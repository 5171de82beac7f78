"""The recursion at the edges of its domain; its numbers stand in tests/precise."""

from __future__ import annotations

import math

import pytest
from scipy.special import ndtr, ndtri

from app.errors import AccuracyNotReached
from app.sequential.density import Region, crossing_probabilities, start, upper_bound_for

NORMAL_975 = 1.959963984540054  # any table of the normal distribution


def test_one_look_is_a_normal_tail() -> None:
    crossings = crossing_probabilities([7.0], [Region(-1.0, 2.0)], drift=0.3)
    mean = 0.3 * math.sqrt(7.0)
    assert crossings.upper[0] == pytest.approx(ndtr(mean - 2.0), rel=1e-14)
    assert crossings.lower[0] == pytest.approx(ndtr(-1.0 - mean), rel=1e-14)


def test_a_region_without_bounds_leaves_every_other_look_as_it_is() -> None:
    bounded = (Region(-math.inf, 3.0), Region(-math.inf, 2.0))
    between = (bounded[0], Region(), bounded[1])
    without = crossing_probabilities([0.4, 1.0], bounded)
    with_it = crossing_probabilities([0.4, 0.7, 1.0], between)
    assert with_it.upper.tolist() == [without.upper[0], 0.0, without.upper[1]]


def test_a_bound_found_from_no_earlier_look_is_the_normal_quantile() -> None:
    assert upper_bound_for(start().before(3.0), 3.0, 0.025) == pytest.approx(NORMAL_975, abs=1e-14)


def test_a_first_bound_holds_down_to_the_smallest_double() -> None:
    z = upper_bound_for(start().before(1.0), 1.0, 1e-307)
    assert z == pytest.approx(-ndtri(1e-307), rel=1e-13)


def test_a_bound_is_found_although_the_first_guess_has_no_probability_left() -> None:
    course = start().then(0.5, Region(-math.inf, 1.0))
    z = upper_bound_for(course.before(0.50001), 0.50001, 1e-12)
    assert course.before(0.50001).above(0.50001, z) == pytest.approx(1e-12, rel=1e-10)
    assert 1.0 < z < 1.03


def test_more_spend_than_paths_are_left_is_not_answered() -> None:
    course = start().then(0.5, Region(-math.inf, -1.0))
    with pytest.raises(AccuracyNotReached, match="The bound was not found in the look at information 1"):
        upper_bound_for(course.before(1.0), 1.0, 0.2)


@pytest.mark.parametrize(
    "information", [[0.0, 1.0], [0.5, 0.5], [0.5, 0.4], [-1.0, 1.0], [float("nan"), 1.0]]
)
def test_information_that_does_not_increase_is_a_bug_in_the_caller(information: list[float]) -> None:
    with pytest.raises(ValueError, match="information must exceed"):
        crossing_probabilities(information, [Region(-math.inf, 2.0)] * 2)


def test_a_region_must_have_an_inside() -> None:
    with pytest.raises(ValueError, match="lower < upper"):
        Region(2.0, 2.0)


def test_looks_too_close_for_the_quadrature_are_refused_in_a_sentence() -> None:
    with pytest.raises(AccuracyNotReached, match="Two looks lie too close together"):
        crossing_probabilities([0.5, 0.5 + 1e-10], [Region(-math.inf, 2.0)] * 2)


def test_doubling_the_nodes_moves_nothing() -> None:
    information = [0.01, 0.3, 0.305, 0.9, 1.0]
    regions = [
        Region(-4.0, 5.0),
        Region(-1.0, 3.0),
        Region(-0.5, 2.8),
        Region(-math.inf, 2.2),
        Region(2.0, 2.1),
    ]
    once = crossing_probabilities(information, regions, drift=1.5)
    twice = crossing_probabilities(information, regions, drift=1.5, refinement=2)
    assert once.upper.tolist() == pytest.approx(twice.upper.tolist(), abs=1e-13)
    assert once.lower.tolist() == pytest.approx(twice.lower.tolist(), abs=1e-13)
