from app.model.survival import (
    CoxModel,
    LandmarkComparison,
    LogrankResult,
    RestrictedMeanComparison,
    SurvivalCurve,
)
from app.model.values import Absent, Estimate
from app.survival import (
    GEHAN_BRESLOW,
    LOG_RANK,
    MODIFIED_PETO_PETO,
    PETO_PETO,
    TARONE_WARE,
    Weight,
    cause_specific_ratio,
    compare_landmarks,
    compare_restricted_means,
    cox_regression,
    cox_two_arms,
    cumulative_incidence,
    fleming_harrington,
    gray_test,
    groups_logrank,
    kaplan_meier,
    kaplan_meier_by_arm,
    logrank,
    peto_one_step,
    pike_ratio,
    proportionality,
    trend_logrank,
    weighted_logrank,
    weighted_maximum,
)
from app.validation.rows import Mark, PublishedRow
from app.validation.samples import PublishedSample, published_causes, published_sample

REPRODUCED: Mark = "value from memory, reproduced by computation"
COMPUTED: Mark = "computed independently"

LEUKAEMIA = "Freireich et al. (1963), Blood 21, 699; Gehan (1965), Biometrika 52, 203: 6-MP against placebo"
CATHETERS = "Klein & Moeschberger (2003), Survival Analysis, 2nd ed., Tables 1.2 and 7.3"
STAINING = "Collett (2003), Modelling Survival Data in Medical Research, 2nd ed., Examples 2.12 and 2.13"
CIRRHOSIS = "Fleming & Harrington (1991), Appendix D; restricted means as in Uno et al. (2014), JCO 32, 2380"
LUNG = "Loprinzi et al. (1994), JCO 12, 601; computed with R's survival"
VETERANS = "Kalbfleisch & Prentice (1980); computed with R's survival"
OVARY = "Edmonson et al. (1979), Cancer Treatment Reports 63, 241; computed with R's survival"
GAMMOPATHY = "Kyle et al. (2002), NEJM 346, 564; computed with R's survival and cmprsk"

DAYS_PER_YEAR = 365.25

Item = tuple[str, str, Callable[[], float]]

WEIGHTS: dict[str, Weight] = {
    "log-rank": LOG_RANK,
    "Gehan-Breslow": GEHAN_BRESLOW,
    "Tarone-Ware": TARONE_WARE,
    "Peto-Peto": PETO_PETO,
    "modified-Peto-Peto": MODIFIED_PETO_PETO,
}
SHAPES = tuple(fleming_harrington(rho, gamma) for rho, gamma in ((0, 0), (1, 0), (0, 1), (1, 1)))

### TASK ITEM:
Working from the entries above, return all lines that contain "tuple".

### RESULT FOR THIS EXERCISE:
Item = tuple[str, str, Callable[[], float]]
SHAPES = tuple(fleming_harrington(rho, gamma) for rho, gamma in ((0, 0), (1, 0), (0, 1), (1, 1)))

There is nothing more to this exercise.